With the closing of the butcher's in Durngate Street I moved on to work at James Foot in South Street and was employed there for 5 years. In January and February each year we used to bag up seeds from broad beans and peas. We had two sacks and would measure out the seeds using pint and half-pint pots as measures.
In 1955 I felt it was time to do something different and I went to work for Dorset Farmers in High East Street. Again I was employed in the AccountsvDepartment writing in hand ledgers. Then accounting machines started coming in and in 1961, with a new Managing Director, the business changed its name to South Western Farmers.
On one of my birthdays - I was in my 30s by now - I came into work to find a box in my desk drawer.
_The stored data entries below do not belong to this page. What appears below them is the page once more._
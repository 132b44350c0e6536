"""Time the whole pipeline on the demo region and on a larger synthetic one; print figures.

Usage: python benchmarks/demo_timing.py [--repeat 3]

Figures only: machines are noisy, so no test asserts on time.
"""

from __future__ import annotations

import argparse
import platform
import time

import numpy as np


def main(argv=None):
    parser = argparse.ArgumentParser(description=__doc__.splitlines()[0])
    parser.add_argument("--repeat", type=int, default=3)
    args = parser.parse_args(argv)

    from recharge_atlas.algorithms.pipeline import run_atlas
    from recharge_atlas.sample_layers.generate import make_region

    region = make_region()
    gauge_years = sum(
        len(g) / 365.25
        for _, g in region.discharge.dropna(subset=["discharge"]).groupby("gauge_id")
    )
    times = []
    for _ in range(args.repeat):
        start = time.perf_counter()
        run_atlas(region.gauges, region.catchments, region.discharge)
        times.append(time.perf_counter() - start)
    best = min(times)
    print(f"machine={platform.machine()} python={platform.python_version()} numpy={np.__version__}")
    print(f"demo_gauges={len(region.gauges)} gauge_years={gauge_years:.0f}")
    print(f"pipeline_seconds_best={best:.3f} median={np.median(times):.3f}")
    print(f"gauge_years_per_second={gauge_years / best:.0f}")
    return 0


if __name__ == "__main__":
    raise SystemExit(main())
Inside I found a hearing aid, some foundation cream, shoe dye (to blacken my hair) and a bath cube (to cure fallen arches). Everyone thought this was a great joke and I hadto laugh myself.
I stayed in this post for 15 years and then I applied for the receptionist's job, was successful, and remained in this job for about 6years. All in all I worked for South Western Farmers for 29 years. The picture on the right show the girls from the Accounts Department in the 1960's.